AccessLimit is a concept that is associated with an Edition in a "draft" state. It is used to store a list of user id's (UIDs that represent users in signon) which will be the only users who can view the Edition in the draft environment.

PathReservation

A PathReservation is a model that associates a path (in the URI context of https://gov.uk/<path>) with a publishing application. This model is used to restrict the usage of paths to a particular publishing application.

These are created when content is created or moved, and can be created before content exists to ensure that no other app can use the path.

Linking

Associations between content in the Publishing API is stored through Links, these are used to indicate a relationship with the documents of one content_id with the documents of a different content_id.

LinkSet

A LinkSet is a model that is used to represent the association of a content_id and a collection of Links.

It stores a lock version number for usage in optimist locking.

A Link represents the association to another content_id - known as the target_content_id. A link_type and ordering is also stored on a Link. link_type is used to represent the relationship between the content of the content_id. It is common for a link to have multiple relationships to content of the same link_type, the ordering field is used to store the order in which the links of a certain link_type was specified. The source of a link can either be a LinkSet (i.e. a content_id), known as link set links or an Edition, known as edition links.

History

The Publishing API stores information on operations that change the state of data stored in the Publishing API. These are stored through the Event and Action models.

Event

An Event is used to store the details of data that may change state within the Publishing API. It stores data that identifies the end user and web request that initiated the operation; which operation and which content will be affected; and the payload of the input. Only operations that successfully complete are stored as Events.

Events are used as a debugging and reference tool by developers of the Publishing API. As they generate large amounts of data the full details of them are not stored permanently.

Events older then a month are archived to S3, you can import these events back into your local DB by running the rake tasks in lib/tasks/events.rake, after you set up the relevant ENV variables.
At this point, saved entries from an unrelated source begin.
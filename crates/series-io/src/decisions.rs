//! Reviewer decisions exported from the report: `decisions.csv`.
//!
//! Columns (by name, any order, extra columns ignored):
//! `driver,response,decision,note,reviewer,decided_at,input_sha256`. `decision` is `causal`,
//! `non-causal` or `unsure`; `input_sha256` is the checksum of the input the reviewed run
//! read, the same on every row, so a file can never be applied to another table by mistake.
//! Names are written as in the run's CSV outputs (spreadsheet-safe).

use std::collections::HashMap;
use std::path::Path;

use csv::ByteRecord;

use crate::error::InputError;

/// The columns of a decisions file, in the order the report writes them.
pub const DECISION_COLUMNS: [&str; 7] = [
    "driver",
    "response",
    "decision",
    "note",
    "reviewer",
    "decided_at",
    "input_sha256",
];

/// What a reviewer decided about one ordered pair.
#[derive(Debug, Clone, Copy, PartialEq, Eq, Hash)]
pub enum Decision {
    /// The reviewer judges that the driver drives the response.
    Causal,
    /// The reviewer judges that it does not.
    NonCausal,
    /// The reviewer could not decide.
    Unsure,
}

impl Decision {
    /// The word used in the file: `causal`, `non-causal`, `unsure`.
    pub fn as_str(self) -> &'static str {
        match self {
            Decision::Causal => "causal",
            Decision::NonCausal => "non-causal",
            Decision::Unsure => "unsure",
        }
    }

    fn parse(text: &str) -> Option<Self> {
        match text.trim() {
            "causal" => Some(Decision::Causal),
            "non-causal" => Some(Decision::NonCausal),
            "unsure" => Some(Decision::Unsure),
            _ => None,
        }
    }
}

/// One row of a decisions file.
#[derive(Debug, Clone, PartialEq, Eq)]
pub struct DecisionRow {
    /// Driver name.
    pub driver: String,
    /// Response name.
    pub response: String,
    /// The decision.
    pub decision: Decision,
    /// The reviewer's note (may be empty).
    pub note: String,
    /// Who decided (may be empty).
    pub reviewer: String,
    /// When, as the report wrote it (ISO 8601, UTC).
    pub decided_at: String,
}

/// A decisions file: its rows and the checksum of the input they were made on.
#[derive(Debug, Clone, PartialEq, Eq)]
pub struct DecisionFile {
    /// SHA-256 (hex) of the input table of the reviewed run.
    pub input_sha256: String,
    /// One row per decided pair, in file order.
    pub rows: Vec<DecisionRow>,
}

impl DecisionFile {
    /// The decision on `driver -> response`, if any.
    pub fn get(&self, driver: &str, response: &str) -> Option<&DecisionRow> {
        self.rows
            .iter()
            .find(|r| r.driver == driver && r.response == response)
    }
}

/// Read a decisions file (see the module documentation for the format).
pub fn read_decisions(path: &Path) -> Result<DecisionFile, InputError> {
    let name = path.display().to_string();
    let file = std::fs::File::open(path).map_err(|source| InputError::Io {
        file: name.clone(),
        source,
    })?;
    read_decisions_from(file, &name)
}

/// Read a decisions file from any reader; `source_name` names it in errors.
pub fn read_decisions_from(
    reader: impl std::io::Read,
    source_name: &str,
) -> Result<DecisionFile, InputError> {
    let file = source_name.to_string();
    let bad = |row: u64, message: String| InputError::BadDecisions {
        file: file.clone(),
        row,
        message,
    };
    let mut csv = crate::records::Records::new(reader, source_name, 1 << 20, b',');
    let mut record = ByteRecord::new();
    if !csv.next(&mut record)? {
        return Err(bad(
            1,
            format!(
                "the file is empty; export the decisions from the report (header `{}`)",
                DECISION_COLUMNS.join(",")
            ),
        ));
    }
    let header = crate::table::decode_header(&file, &record)?;
    let mut at = [0usize; 7];
    for (k, col) in DECISION_COLUMNS.iter().enumerate() {
        at[k] = header.iter().position(|h| h == col).ok_or_else(|| {
            bad(
                1,
                format!(
                    "the column `{col}` is missing; a decisions file exported by the report has \
                     the columns {}",
                    DECISION_COLUMNS.join(",")
                ),
            )
        })?;
    }
    let mut rows = Vec::new();
    let mut seen: HashMap<(String, String), u64> = HashMap::new();
    let mut checksum: Option<String> = None;
    while csv.next(&mut record)? {
        let row = csv.row(&record);
        if let Some(message) = width_mismatch(&record, header.len()) {
            return Err(bad(row, message));
        }
        let field = |k: usize| -> Result<String, InputError> {
            std::str::from_utf8(&record[at[k]])
                .map(str::to_string)
                .map_err(|_| InputError::NotUtf8 {
                    file: file.clone(),
                    row,
                    column: format!("`{}`", DECISION_COLUMNS[k]),
                })
        };
        let (driver, response) = (field(0)?, field(1)?);
        if driver.is_empty() || response.is_empty() {
            return Err(bad(row, "the driver or the response is empty".into()));
        }
        let text = field(2)?;
        let decision = Decision::parse(&text).ok_or_else(|| {
            bad(
                row,
                format!(
                    "the decision {text:?} is not one of causal, non-causal, unsure; fix the cell"
                ),
            )
        })?;
        let sha = field(6)?.trim().to_ascii_lowercase();
        if sha.len() != 64 || !sha.bytes().all(|b| b.is_ascii_hexdigit()) {
            return Err(bad(
                row,
                format!("the input checksum {sha:?} is not a SHA-256 in hex (64 characters)"),
            ));
        }
        match &checksum {
            None => checksum = Some(sha),
            Some(first) if *first != sha => {
                return Err(bad(
                    row,
                    format!(
                        "the input checksum {sha} differs from the first row's {first}: the rows \
                         come from runs on different inputs; keep one file per input"
                    ),
                ));
            }
            Some(_) => {}
        }
        if let Some(first) = seen.insert((driver.clone(), response.clone()), row) {
            return Err(bad(
                row,
                format!(
                    "the pair {driver} -> {response} was already decided on row {first}; keep one \
                     row per pair"
                ),
            ));
        }
        rows.push(DecisionRow {
            driver,
            response,
            decision,
            note: field(3)?,
            reviewer: field(4)?,
            decided_at: field(5)?,
        });
    }
    let input_sha256 = checksum.ok_or_else(|| {
        bad(
            1,
            "the file holds a header but no decisions; mark pairs in the report, then export"
                .into(),
        )
    })?;
    Ok(DecisionFile { input_sha256, rows })
}

/// Rows of a run's `features.csv`: (driver, response, values by column), with the feature
/// column names in file order. Empty cells are `None` (unavailable).
pub type FeatureRows = (Vec<String>, Vec<(String, String, Vec<Option<f64>>)>);

/// Read a run's `features.csv` (`driver,response,` then one column per feature).
pub fn read_feature_rows(path: &Path) -> Result<FeatureRows, InputError> {
    let file = path.display().to_string();
    let reader = std::fs::File::open(path).map_err(|source| InputError::Io {
        file: file.clone(),
        source,
    })?;
    let bad = |row: u64, message: String| InputError::BadDecisions {
        file: file.clone(),
        row,
        message,
    };
    let mut csv = crate::records::Records::new(reader, &file, crate::DEFAULT_MAX_LINE_BYTES, b',');
    let mut record = ByteRecord::new();
    if !csv.next(&mut record)? {
        return Err(bad(
            1,
            "the features file is empty; give the folder of a finished scan".into(),
        ));
    }
    let header = crate::table::decode_header(&file, &record)?;
    if header.len() < 3 || header[0] != "driver" || header[1] != "response" {
        return Err(bad(
            1,
            "a features file starts with the columns driver,response, then one column per \
             feature; give the features.csv of a finished scan"
                .into(),
        ));
    }
    let mut rows = Vec::new();
    while csv.next(&mut record)? {
        let row = csv.row(&record);
        if let Some(message) = width_mismatch(&record, header.len()) {
            return Err(bad(row, message));
        }
        let text = |k: usize| String::from_utf8_lossy(&record[k]).into_owned();
        let mut values = Vec::with_capacity(header.len() - 2);
        for (k, column) in header.iter().enumerate().skip(2) {
            let t = text(k);
            values.push(match crate::cell::parse_number(&t) {
                Ok(crate::cell::Cell::Value(v)) => Some(v),
                Ok(crate::cell::Cell::Missing) => None,
                Err(_) => {
                    return Err(bad(
                        row,
                        format!("column `{column}`: {t:?} is not a number"),
                    ));
                }
            });
        }
        rows.push((text(0), text(1), values));
    }
    Ok((header[2..].to_vec(), rows))
}

/// The message for a row whose field count differs from the header's, if it does.
fn width_mismatch(record: &ByteRecord, header_len: usize) -> Option<String> {
    (record.len() != header_len).then(|| {
        format!(
            "the row has {} fields but the header has {}",
            record.len(),
            header_len
        )
    })
}

#[cfg(test)]
mod tests {
    use super::*;

    const SHA: &str = "9f86d081884c7d659a2feaa0c55ad015a3bf4f1b2b0b822cd15d6c15b0f00a08";

    fn read(text: &str) -> Result<DecisionFile, InputError> {
        read_decisions_from(text.as_bytes(), "decisions.csv")
    }

    #[test]
    fn reads_rows_with_quoted_notes() {
        let text = format!(
            "driver,response,decision,note,reviewer,decided_at,input_sha256\n\
             rain,flow,causal,\"lag fits, \"\"known\"\" link\",A. Lee,2026-12-03T14:00:00.000Z,{SHA}\n\
             flow,rain,unsure,,A. Lee,2026-12-03T14:01:00.000Z,{SHA}\n"
        );
        let f = read(&text).unwrap();
        assert_eq!(f.input_sha256, SHA);
        assert_eq!(f.rows.len(), 2);
        assert_eq!(f.rows[0].note, "lag fits, \"known\" link");
        assert_eq!(f.get("flow", "rain").unwrap().decision, Decision::Unsure);
    }

    #[test]
    fn refuses_what_cannot_be_applied() {
        let head = "driver,response,decision,note,reviewer,decided_at,input_sha256\n";
        let e = |t: String| read(&t).unwrap_err().to_string();
        assert!(e(format!("{head}a,b,maybe,,,,{SHA}\n")).contains("row 2"));
        assert!(e(format!("{head}a,b,causal,,,,abc\n")).contains("SHA-256"));
        let other = SHA.replace('9', "8");
        assert!(
            e(format!(
                "{head}a,b,causal,,,,{SHA}\nb,a,causal,,,,{other}\n"
            ))
            .contains("differs")
        );
        assert!(e(format!("{head}a,b,causal,,,,{SHA}\na,b,unsure,,,,{SHA}\n")).contains("row 2"));
        assert!(e(head.to_string()).contains("no decisions"));
        assert!(e("driver,response\n".into()).contains("`decision` is missing"));
    }
}
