//! Raw CSV records behind the size guard, with parser errors mapped to [`InputError`].

use std::io::Read;

use csv::ByteRecord;

use crate::error::InputError;
use crate::guard::{GuardedReader, RecordTooLong};

pub(crate) struct Records<R: Read> {
    reader: csv::Reader<GuardedReader<R>>,
    file: String,
    limit: u64,
}

impl<R: Read> Records<R> {
    pub(crate) fn new(reader: R, file: &str, max_record_bytes: u64, delimiter: u8) -> Self {
        let reader = csv::ReaderBuilder::new()
            .has_headers(false)
            .delimiter(delimiter)
            // Ragged rows are reported by the callers, with the row and both counts.
            .flexible(true)
            .from_reader(GuardedReader::new(reader, max_record_bytes));
        Self {
            reader,
            file: file.to_string(),
            limit: max_record_bytes,
        }
    }

    /// Read the next non-blank record; false at end of input.
    pub(crate) fn next(&mut self, record: &mut ByteRecord) -> Result<bool, InputError> {
        match self.reader.read_byte_record(record) {
            Ok(true) if self.reader.get_ref().ended_in_quotes() => Err(InputError::UnclosedQuote {
                file: self.file.clone(),
                row: self.row(record),
            }),
            Ok(more) => Ok(more),
            Err(err) => Err(self.map_error(err)),
        }
    }

    /// The 1-based file row where `record` starts.
    pub(crate) fn row(&mut self, record: &ByteRecord) -> u64 {
        // csv's own line count misses CR-only and CRLF line ends, so count them ourselves.
        let byte = record.position().map_or(0, |p| p.byte());
        self.reader.get_mut().line_at(byte)
    }

    pub(crate) fn finish_hex(self) -> String {
        self.reader.into_inner().finish_hex()
    }

    fn map_error(&self, err: csv::Error) -> InputError {
        let guard = self.reader.get_ref();
        match err.into_kind() {
            csv::ErrorKind::Io(e)
                if guard.tripped()
                    || e.get_ref().is_some_and(|inner| inner.is::<RecordTooLong>()) =>
            {
                InputError::RecordTooLong {
                    file: self.file.clone(),
                    row: guard.record_line(),
                    limit: self.limit,
                }
            }
            csv::ErrorKind::Io(source) => InputError::Io {
                file: self.file.clone(),
                source,
            },
            other => InputError::Malformed {
                file: self.file.clone(),
                row: guard.record_line(),
                message: format!("{other:?}"),
            },
        }
    }
}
For example if you want to find all the events that are relevant for a particular content id you can run:

rake 'events:import_content_id_events[a796ca43-021b-4960-9c99-f41bb8ef2266]'

Action

An Action is used to store the change history of a piece of content in the Publishing API. They are associated with both a content_id and an Edition. Requests that change the state in the Publishing API create Actions that store which action was performed and the end user who initiated the request.

Actions can be created by publishing applications to store additional data on the workflow of content.